If this is not a case of showing exceptional deference to Israel, the foreign minister is going to be spending a lot of time flying to the funerals of former political leaders! And did I mention he was a war criminal?
Chris Williams, Griffith
TO THE POINT
A CAPITOL TREAT
Reading the article about Mrs Liangis (January 11, p1), one can only admire her hard work and determination. But please, Mrs Liangis, give us back our original Manuka Theatre. Its architecture and brickwork complemented the style and feel of Manuka. Now that you have built your dream, please rebuild for our community what you took away from us.

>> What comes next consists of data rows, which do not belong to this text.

"""Writes on positions: propose, publish, reject, withdraw.

States: ``proposed`` → ``published`` → ``superseded``; ``proposed`` →
``rejected``; a ``published`` position may be ``withdrawn``. A published or superseded
position's coordinates never change (model ``save()`` guard and a database trigger).

Publishing supersedes the mark's earlier published position *in the same frame*
(state ``superseded``, ``superseded_at``, ``superseded_by``) in the same transaction.
The mark's search location (``search_lat_deg``/``search_lon_deg``, which on PostgreSQL
drives the generated ``geog`` column) follows the most recently published position
of any frame; withdrawing it falls back to the next most recent published one, or
clears the location. The search location is only for finding marks (frames differ by
up to a few metres); coordinates for use always come from a position with its frame
and epoch. Changing the search location does not bump the mark's edit version.
"""

from __future__ import annotations

from typing import Any

from django.core.exceptions import ValidationError
from django.db import IntegrityError, transaction
from django.utils import timezone

from registry.errors import Conflict
from registry.geodesy.frames import format_epoch
from registry.models import CheckStage, Mark, MarkStatus, MovementVerdict, Position, PositionState
from registry.roles import Ability
from registry.services import position_rules as rules
from registry.services._input import (
    check_keys,
    field_error,
    merge_errors,
    parse_float,
    parse_int,
    parse_note,
    parse_text,
)
from registry.services.access import access_mark_by_code, access_position_by_id
from registry.services.audit import audit_record, snapshot
from registry.services.documents import documents_mark_changed
from registry.services.limits import check_text_limits
from registry.services.movement import comparison_target, movement_compare
from registry.services.movement_checks import check_summary, latest_check, movement_check_store
from registry.services.suspect import lift_suspicion, mark_make_suspect
from registry.services.usability import assess

COV_FIELDS = rules.COV_FIELDS
VEL_FIELDS = rules.VEL_FIELDS
VEL_SIGMA_FIELDS = rules.VEL_SIGMA_FIELDS
PROPOSE_FIELDS = (
    "frame_epsg",
    "epoch_yr",
    "lat_deg",
    "lon_deg",
    "h_m",
    *COV_FIELDS,
    *VEL_FIELDS,
    *VEL_SIGMA_FIELDS,
    "source",
    "note",
)
_REQUIRED_FLOATS = ("epoch_yr", "lat_deg", "lon_deg", "h_m", "cov_ee_m2", "cov_nn_m2", "cov_uu_m2")
# Same limits as the model's CheckConstraints, with codes of their own.
_RANGES = {
    "lat_deg": (-90.0, 90.0, "lat_out_of_range", "Latitude must be between -90 and 90 degrees."),
    "lon_deg": (-180.0, 180.0, "lon_out_of_range", "Longitude must be between -180 and 180 degrees."),
    "h_m": (-1000.0, 10000.0, "h_out_of_range", "Ellipsoidal height must be between -1000 m and 10000 m."),
    "epoch_yr": (
        1900.0,
        2100.0,
        "epoch_out_of_range",
        "Coordinate epoch must be a decimal year between 1900 and 2100.",
    ),
}


def _parse_position(data: Any) -> dict[str, Any]:
    check_keys(data, PROPOSE_FIELDS)
    errors: list[ValidationError] = []
    out: dict[str, Any] = {}

    def attempt(fn, *args, **kwargs):
        try:
            return fn(*args, **kwargs)
        except ValidationError as exc:
            errors.append(exc)
            return None

    out["frame_epsg"] = attempt(parse_int, data, "frame_epsg", required=True)
    for name in _REQUIRED_FLOATS:
        out[name] = attempt(parse_float, data, name, required=True)
    for name in ("cov_en_m2", "cov_eu_m2", "cov_nu_m2"):
        out[name] = attempt(parse_float, data, name) or 0.0
    for name in VEL_FIELDS + VEL_SIGMA_FIELDS:
        out[name] = attempt(parse_float, data, name)
    out["source"] = attempt(parse_text, data, "source", required=True, max_length=200)
    out["note"] = attempt(parse_text, data, "note") or ""
    if errors:
        raise merge_errors(*errors)

    if out["frame_epsg"] is not None:
        problem = rules.frame_problem(out["frame_epsg"])
        if problem:
            errors.append(field_error("frame_epsg", problem, "frame_not_geographic_3d"))
    for name, (lo, hi, code, message) in _RANGES.items():
        if not lo <= out[name] <= hi:
            errors.append(field_error(name, message, code, value=out[name]))
    problems = rules.covariance_problems(out) + rules.velocity_problems(out, out)
    errors.extend(field_error(p.field, p.message, p.code, **p.params) for p in problems)
    if errors:
        raise merge_errors(*errors)
    return out
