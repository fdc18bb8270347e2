"""Gatekeepers: the few functions through which services and views reach an object.

``require_ability`` refuses a user who lacks an ability. The ``access_*`` functions
return the object or raise :class:`registry.errors.NotFound`; a user who lacks even
the VIEW ability gets the same ``NotFound`` whether the object exists or not, so the
answer never reveals what is in the registry. A user who may view but lacks the
requested ability gets :class:`registry.errors.PermissionDeniedError`.
"""

from __future__ import annotations

from typing import Any

from registry.errors import NotFound, PermissionDeniedError
from registry.models import Job, Mark, Position
from registry.roles import Ability, has_ability

# Primary keys are 64-bit (BigAutoField); a larger number cannot name a row.
_MAX_BIGINT = 2**63 - 1

_ABILITY_WORDS = {
    Ability.VIEW: "view the registry",
    Ability.RECORD: "record fieldwork",
    Ability.MANAGE: "manage marks and positions",
    Ability.SIGN: "sign documents",
    Ability.ADMINISTER: "administer the registry",
}


def require_ability(user, ability: Ability) -> None:
    """Raise ``PermissionDeniedError`` unless ``user`` holds ``ability``."""
    if not has_ability(user, ability):
        raise PermissionDeniedError(
            f"Your role does not allow you to {_ABILITY_WORDS.get(ability, ability.value)}.",
            details={"ability": ability.value},
        )


def _gate(user, ability: Ability, not_found: NotFound) -> None:
    if not has_ability(user, Ability.VIEW):
        raise not_found
    if ability != Ability.VIEW:
        require_ability(user, ability)


def access_mark_by_code(user, code: Any, *, ability: Ability = Ability.VIEW, for_update: bool = False) -> Mark:
    """The mark with ``code`` (exact, case-sensitive), if ``user`` may act on it with ``ability``.

    ``for_update=True`` locks the row (``SELECT ... FOR UPDATE``); call it inside a transaction.
    """
    not_found = NotFound(f"No mark with code {code!r}.", details={"code": str(code)})
    _gate(user, ability, not_found)
    if not isinstance(code, str) or not code or "\x00" in code:
        raise not_found
    qs = Mark.objects.select_for_update() if for_update else Mark.objects.all()
    try:
        return qs.get(code=code)
    except Mark.DoesNotExist:
        raise not_found from None


def access_position_by_id(
    user, position_id: Any, *, ability: Ability = Ability.VIEW, for_update: bool = False
) -> Position:
    """The position with primary key ``position_id`` (its mark selected too)."""
    not_found = NotFound(f"No position with id {position_id!r}.", details={"position_id": str(position_id)})
    _gate(user, ability, not_found)
    try:
        pk = int(position_id)
    except (TypeError, ValueError):
        raise not_found from None
    if not 1 <= pk <= _MAX_BIGINT:
        raise not_found
    qs = Position.objects.select_related("mark")
    if for_update:
        qs = qs.select_for_update(of=("self",))
    try:
        return qs.get(pk=pk)
    except Position.DoesNotExist:
        raise not_found from None


def access_job_by_code(user, code: Any, *, ability: Ability = Ability.VIEW) -> Job:
    """The job with ``code``, if ``user`` may act on it with ``ability``."""
    not_found = NotFound(f"No job with code {code!r}.", details={"code": str(code)})
    _gate(user, ability, not_found)
    if not isinstance(code, str) or not code or "\x00" in code:
        raise not_found
    try:
        return Job.objects.get(code=code)
    except Job.DoesNotExist:
        raise not_found from None
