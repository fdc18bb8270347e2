"""Forms of the fieldwork, position, status and nearby pages.

They parse what a person types (dates, UTC times, DMS or decimal angles, sigmas in mm)
into the plain values the services take; the services validate again, and their coded
``ValidationError`` is put back on the matching form field (``add_service_error``).
"""

from __future__ import annotations

import datetime as dt
from typing import Any

from django import forms
from django.core.exceptions import ValidationError

from registry.geodesy import dms
from registry.models import AntennaHeightKind, Finding, MarkStatus, OccupationMethod, Stability
from registry.selectors import nearby_filters as lim
from registry.services import position_rules
from registry.services.fieldwork import OCCUPATION_FIELDS
from registry.web.service_errors import ServiceErrorsMixin

#: Frames offered on the propose form even before any position uses them (shared contracts).
DEFAULT_FRAMES = (7912, 9989, 6319)
OTHER_FRAME = "other"


class MultipleFileInput(forms.ClearableFileInput):
    allow_multiple_selected = True


class MultipleFileField(forms.FileField):
    """Several files in one input (Django's documented pattern); empty → []."""

    def __init__(self, *args, **kwargs):
        kwargs.setdefault("widget", MultipleFileInput())
        kwargs.setdefault("required", False)
        super().__init__(*args, **kwargs)

    def clean(self, data, initial=None):
        single = super().clean
        if isinstance(data, list | tuple):
            return [single(d, initial) for d in data if d]
        return [single(data, initial)] if data else []


def parse_utc(text: str, field: str) -> dt.datetime:
    """'YYYY-MM-DD HH:MM[:SS]' or 'YYYY-MM-DDTHH:MM' read as UTC; an explicit offset is honoured."""
    try:
        value = dt.datetime.fromisoformat(text.strip())
    except ValueError:
        raise ValidationError(
            "Enter a date and time in UTC as YYYY-MM-DD HH:MM (seconds optional).", code="invalid_datetime"
        ) from None
    if value.tzinfo is None:
        value = value.replace(tzinfo=dt.UTC)
    return value.astimezone(dt.UTC)


class AngleField(forms.CharField):
    """A latitude or longitude typed as decimal degrees or D M S (``registry.geodesy.dms.parse_angle``)."""

    def __init__(self, *, kind: str, **kwargs):
        self.kind = kind
        kwargs.setdefault("max_length", 40)
        super().__init__(**kwargs)

    def clean(self, value):
        text = super().clean(value)
        if text in (None, ""):
            return None
        try:
            return dms.parse_angle(text, kind=self.kind)
        except dms.AngleParseError as exc:
            raise ValidationError(str(exc), code=exc.code) from None


# ----------------------------------------------------------------------------- visit


PHOTO_SLOTS = 4


class VisitForm(ServiceErrorsMixin, forms.Form):
    """A visit. The date defaults to today and the visitor to the signed-in user; what was found has no
    default (a false "intact" is worse than a missing answer). Each photo has its own caption."""

    visited_on = forms.DateField(
        label="Date of the visit", widget=forms.DateInput(attrs={"type": "date"}), help_text="YYYY-MM-DD."
    )
    finding = forms.ChoiceField(
        label="What was found",
        choices=[("", "— choose what the crew found —"), *Finding.choices],
        error_messages={"required": "Say what the crew found at the mark."},
    )
    visitor = forms.CharField(max_length=120, required=False, help_text="Who visited (name or crew).")
    notes = forms.CharField(widget=forms.Textarea(attrs={"rows": 4}), required=False)
    photos = MultipleFileField(
        label="More photos (without captions)",
        help_text="Optional; several files allowed. Each is stored with its SHA-256 checksum.",
    )
    service_field_map = {"file": "photos", "kind": "photos"}

    def __init__(self, *args, user=None, **kwargs):
        super().__init__(*args, **kwargs)
        import datetime as _dt

        from django.utils import timezone

        if not self.is_bound:
            self.initial.setdefault("visited_on", timezone.now().astimezone(_dt.UTC).date())
            if user is not None and getattr(user, "is_authenticated", False):
                self.initial.setdefault("visitor", user.get_full_name() or user.get_username())
        photos = self.fields.pop("photos")
        for i in range(1, PHOTO_SLOTS + 1):
            self.fields[f"photo_{i}"] = forms.FileField(label=f"Photo {i}", required=False)
            self.fields[f"caption_{i}"] = forms.CharField(
                label=f"Caption of photo {i}",
                max_length=200,
                required=False,
                widget=forms.TextInput(attrs={"placeholder": "what the photo shows, e.g. looking north at the disk"}),
            )
        self.fields["photos"] = photos

    def clean(self):
        data = super().clean()
        for i in range(1, PHOTO_SLOTS + 1):
            if data.get(f"caption_{i}") and not data.get(f"photo_{i}"):
                self.add_error(f"photo_{i}", ValidationError("A caption was given without its photo.", code="no_photo"))
        return data

    def main_fields(self) -> list:
        return [self[n] for n in ("visited_on", "finding", "visitor", "notes")]

    def extra_photo_fields(self) -> list:
        return [self["photos"]]

    def photo_slots(self) -> list[tuple[Any, Any]]:
        """(photo, caption) bound fields, for the page's photo rows."""
        return [(self[f"photo_{i}"], self[f"caption_{i}"]) for i in range(1, PHOTO_SLOTS + 1)]

    def photo_pairs(self) -> list[tuple[Any, str]]:
        """(file, caption) for every photo sent: the captioned slots first, then the extra ones."""
        d = self.cleaned_data
        pairs = [(d[f"photo_{i}"], d.get(f"caption_{i}", "")) for i in range(1, PHOTO_SLOTS + 1) if d.get(f"photo_{i}")]
        pairs += [(f, "") for f in d.get("photos") or []]
        return pairs

    def visit_data(self) -> dict[str, Any]:
        d = self.cleaned_data
        return {k: d[k] for k in ("visited_on", "finding", "visitor", "notes")}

Elizabeth Thurbon, Narrabundah
ALWAYS BUGS BUNNY
I have lived in Canberra since 1952 and, unlike Ken Maher (January 13), we always called the Australian-American Memorial ''Bugs Bunny''. I cannot remember it being called anything else.
Ian Reynolds, Chifley
Your review of the SBS program The Burrowers (January 12, p22) ridicules a minor speech defect on the part of the program's narrator. While amusing, it is unkind.
M.L. Willheim, Forrest
NOT ALL GOOD
I hope Christopher Pyne also wants Australian students to learn about the disadvantages of Western civilisation: firearms, alcohol, pollution, environmental degradation, climate change, arrogant politicians …
Clare Conway, Ainslie
OFF TO BOOT CAMP
For all those causing trouble in public places because they are drinking too much, there's a simple solution: pack them off to boot camp.
Phylli Ives, Torrens
When did ''acquisitioned'' become a word in the English language? (''Experts seek to stop export'', January 13). Surely it is ''acquired''.
Bernard McMinn, Mawson
NOT FOR TOURISTS
I was wondering if someone in the ACT government can explain why the coffee shop adjoining the Regatta Point exhibition, one of our major tourist attractions, is ''closed for the holidays'' - until the end of January?
Lyndal Thorburn, Greenleigh, NSW
ONE FOR ALL
I join Anne Prendergast and Gillian Phillpot in being equally proud of Australia's British, indigenous and multicultural heritage.
Marguerite Castello, Griffith
WARMING TO IT
Rather than sweltering through the heatwave this week, we should sit back and enjoy it in the knowledge and reassurance that climate change is crap.